### [WHAT YOU HAVE TO DO]
For this exercise, copy each line of the records that contains the word "ascontiguousarray".

### [RECORDS FOR THIS TASK]
def reader_for(folder) -> CacheReader:
    """Open (or reuse) the cache reader of ``folder``; reopened whenever the manifest changes (running bakes).

    Raises:
        CacheError: no readable cache there.
    """
    folder = str(folder)
    manifest = Path(folder) / MANIFEST_NAME
    try:
        mtime = manifest.stat().st_mtime_ns
    except OSError as exc:
        raise CacheError(f"{manifest}: no manifest yet; bake this version first") from exc
    cached = _readers.get(folder)
    if cached is not None and cached[0] == mtime:
        return cached[1]
    reader = open_cache(folder)
    _readers[folder] = (mtime, reader)
    return reader


def empty_frame() -> dict:
    return {"positions": np.zeros((0, 3), np.float32), "velocities": np.zeros((0, 3), np.float32),
            "ids": np.zeros(0, np.int32), "density": np.zeros(0, np.float32), "pressure": np.zeros(0, np.float32)}


#: White-water attributes of the points and the surface: name -> Blender attribute type.
WHITEWATER_ATTRIBUTES = {"zone": "INT", "trapped_air": "FLOAT", "wave_crest": "FLOAT", "foam": "FLOAT"}


def write_points(mesh, arrays, scale_length=1.0) -> None:
    """Replace the vertices of ``mesh`` by the particles of one frame.

    Args:
        mesh: a bpy Mesh (its vertices and attributes are replaced).
        arrays: ``positions``, ``velocities`` (N, 3) m and m/s; ``ids``, ``density``, ``pressure`` (N,);
            optionally the white-water arrays (``WHITEWATER_ATTRIBUTES``; zeros when absent).
        scale_length: metres per Blender unit (positions and velocity are divided by it).
    """
    positions = np.asarray(arrays["positions"], np.float32)
    velocities = np.asarray(arrays["velocities"], np.float32)
    count = len(positions)
    mesh.clear_geometry()
    if count:
        mesh.vertices.add(count)
        inverse = np.float32(1.0 / scale_length)
        mesh.attributes["position"].data.foreach_set(
            "vector", np.ascontiguousarray(positions * inverse if scale_length != 1.0 else positions).ravel())
    attrs = mesh.attributes
    values = {
        "velocity": ("FLOAT_VECTOR", "vector", velocities * np.float32(1.0 / scale_length)),
        "speed": ("FLOAT", "value", np.sqrt(np.einsum("ij,ij->i", velocities, velocities))),
        "id": ("INT", "value", np.asarray(arrays["ids"], np.int32)),
        "density": ("FLOAT", "value", np.asarray(arrays["density"], np.float32)),
        "pressure": ("FLOAT", "value", np.asarray(arrays["pressure"], np.float32)),
    }
    for name, kind in WHITEWATER_ATTRIBUTES.items():
        # Caches baked before the white-water attributes existed show as unmarked liquid (zeros).
        values[name] = (kind, "value", arrays.get(name, np.zeros(count)))
    for name, (kind, key, data) in values.items():
        attribute = attrs.get(name) or attrs.new(name, kind, "POINT")
        if count:
            dtype = np.int32 if kind == "INT" else np.float32
            attribute.data.foreach_set(key, np.ascontiguousarray(data, dtype).ravel())
    mesh.update()


def current_version(scene) -> "bpy.types.PropertyGroup | None":
    """The version row shown for ``scene`` (or None)."""
    shot = scene.splashdraft
    if not len(shot.versions):
        return None
    index = min(max(shot.versions_index, 0), len(shot.versions) - 1)
    return shot.versions[index]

### [YOUR SOLUTION]
            "vector", np.ascontiguousarray(positions * inverse if scale_length != 1.0 else positions).ravel())
            attribute.data.foreach_set(key, np.ascontiguousarray(data, dtype).ravel())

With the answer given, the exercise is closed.